1     The Bible deals with atrocities

The Bible speaks into the real world - not a cosseted, comfortable, cotton-wool protected world. This is not fairy tale stuff - or at least not the stuff of sanitised, Ladybird book fairy tales. 

At the time these horrible events took place, Dinah was somewhere between 7 and teens in age. A young girl - perhaps only 12 years old or less. 

That, tragically, is the real world. A 12 year old was raped on Thursday night in Stockport. Young teenagers have been among those raped systematically in the struggles in Bosnia.
The Bible talks about things like that. It speaks into a world which may seem far from Haywards Heath, but which is real enough. 
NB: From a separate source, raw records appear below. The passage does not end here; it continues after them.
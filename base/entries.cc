#include "base/entries.h"

#include "base/format.h"

#include <cerrno>
#include <cmath>
#include <cstdlib>
#include <map>
#include <sstream>

namespace backcomb
{
  namespace
  {
    double
    get_finite(const dealii::ParameterHandler &prm,
               const std::string &section,
               const std::string &name)
    {
      const std::string text = prm.get(name);
      const std::string path = section.empty() ? name : section + "/" + name;
      // strtod consumes the whole text (surrounding blanks allowed) and
      // reports overflow, which stream extraction hides.
      const char *begin = text.c_str();
      char       *end   = nullptr;
      errno             = 0;
      const double v    = std::strtod(begin, &end);
      if (end == begin)
        throw InputError(path, text, "not a number");
      while (*end == ' ' || *end == '\t')
        ++end;
      if (*end != '\0')
        throw InputError(path, text, "not a number (unexpected text after the number)");
      if (!std::isfinite(v) || errno == ERANGE)
        throw InputError(path, text, "must be a finite number of normal size");
      return v;
    }
  } // namespace

} // namespace backcomb

namespace backcomb
{
  std::string
  default_text(const double value)
  {
    return format_number(value, 6);
  }
} // namespace backcomb

namespace backcomb
{
  namespace
  {
    std::map<std::string, std::string> &
    unit_registry()
    {
      static std::map<std::string, std::string> units;
      return units;
    }

    std::string
    full_path(const std::string &section, const std::string &name)
    {
      return section.empty() ? name : section + "/" + name;
    }
  } // namespace

  bool
  Range::contains(const double v) const
  {
    if (whole && v != std::floor(v))
      return false;
    const bool above_lo = lo_open ? v > lo : v >= lo;
    const bool below_hi = hi_open ? v < hi : v <= hi;
    return above_lo && below_hi;
  }

  std::string
  Range::text() const
  {
    std::ostringstream s;
    if (std::isinf(hi))
      s << "value" << (lo_open ? " > " : " >= ") << default_text(lo);
    else
      s << default_text(lo) << (lo_open ? " < " : " <= ") << "value" << (hi_open ? " < " : " <= ")
        << default_text(hi);
    if (whole)
      s << ", a whole number";
    return s.str();
  }

  void
  declare(dealii::ParameterHandler &prm, const std::string &section, const NumberEntry &e)
  {
    declare(prm, section, e, e.default_value);
  }

  void
  declare(dealii::ParameterHandler &prm, const std::string &section, const NumberEntry &e,
          const double default_value)
  {
    std::string doc = e.documentation;
    if (!doc.empty() && doc.back() != '.')
      doc += '.';
    doc += (e.unit.empty() ? std::string(" Dimensionless.") : " Unit: " + e.unit + ".") +
           " Allowed: " + e.range.text() + ".";
    prm.declare_entry(e.name, default_text(default_value), dealii::Patterns::Anything(), doc);
    unit_registry()[full_path(section, e.name)] = e.unit;
  }

  double
  get(const dealii::ParameterHandler &prm, const std::string &section, const NumberEntry &e)
  {
    const double v = get_finite(prm, section, e.name);
    if (!e.range.contains(v))
      throw InputError(full_path(section, e.name), prm.get(e.name),
                       "must satisfy " + e.range.text() + (e.unit.empty() ? "" : " (" + e.unit + ")"));
    return v;
  }

  void
  declare(dealii::ParameterHandler &prm, const std::string &section, const NumberListEntry &e)
  {
    std::string doc = e.documentation;
    if (!doc.empty() && doc.back() != '.')
      doc += '.';
    doc += " A comma-separated list of at most " + std::to_string(e.max_items) +
           " numbers; empty: none." +
           (e.unit.empty() ? std::string(" Dimensionless.") : " Unit: " + e.unit + ".") +
           " Allowed for each: " + e.item_range.text() + ".";
    prm.declare_entry(e.name, e.default_text, dealii::Patterns::Anything(), doc);
    unit_registry()[full_path(section, e.name)] = e.unit;
  }

  std::vector<double>
  get(const dealii::ParameterHandler &prm, const std::string &section, const NumberListEntry &e)
  {
    const std::string path = full_path(section, e.name);
    const std::string text = prm.get(e.name);
    std::vector<double> out;
    if (text.find_first_not_of(" \t") == std::string::npos)
      return out;
    std::stringstream in(text);
    for (std::string item; std::getline(in, item, ',');)
      {
        // The same number reading as for a single entry: the whole item,
        // finite and of normal size.
        const char *begin = item.c_str();
        char       *end   = nullptr;
        errno             = 0;
        const double v    = std::strtod(begin, &end);
        while (end != begin && (*end == ' ' || *end == '\t'))
          ++end;
        if (end == begin || *end != '\0' || !std::isfinite(v) || errno == ERANGE)
          throw InputError(path, text, "expected a comma-separated list of numbers");
        if (!e.item_range.contains(v))
          throw InputError(path, text,
                           "every item must satisfy " + e.item_range.text() +
                             (e.unit.empty() ? "" : " (" + e.unit + ")"));
        out.push_back(v);
      }
    if (out.size() > e.max_items)
      throw InputError(path, text, "at most " + std::to_string(e.max_items) + " items");
    return out;
  }

  void
  declare_text(dealii::ParameterHandler            &prm,
               const std::string                   &section,
               const std::string                   &name,
               const std::string                   &default_value,
               const dealii::Patterns::PatternBase &pattern,
               const std::string                   &unit,
               const std::string                   &documentation)
  {
    prm.declare_entry(name, default_value, pattern,
                      documentation + (unit.empty() ? "" : " Unit: " + unit + "."));
    unit_registry()[full_path(section, name)] = unit;
  }

  std::string
  entry_unit(const std::string &path)
  {
    const auto it = unit_registry().find(path);
    return it == unit_registry().end() ? std::string() : it->second;
  }
} // namespace backcomb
Shechem was not a very big place - but I guess we will not be far out if we imagine around 100 bodies piled in and around its houses.

That is the real world.

This week they dug up more bodies of massacre victims in Bosnia. Over the last weeks we have heard of murders and massacres, deaths by famine or disaster all over the world.

The Bible talks about things like that.

A Bible with these bits removed is not the whole counsel of God. 
A Bible with these bits removed is not God's message to a sinful world. 
A Bible with these bits removed is a fairy tale. 
A Bible with these bits removed cuts no ice in the real world.

One reason why Christians have made and are making so little impact is that we have seen fit to censor the Bible. We have emasculated the whole counsel of God. We have left out the nasty bits. We have cut off God's message from the world we live in. We have doctored it for nice people. Ultimately we have even grown embarrassed about the idea of judgement and hell, and we have therefore weakened the message of the cross. Our task is not simply to  "Tell them of God's love" but to be real. 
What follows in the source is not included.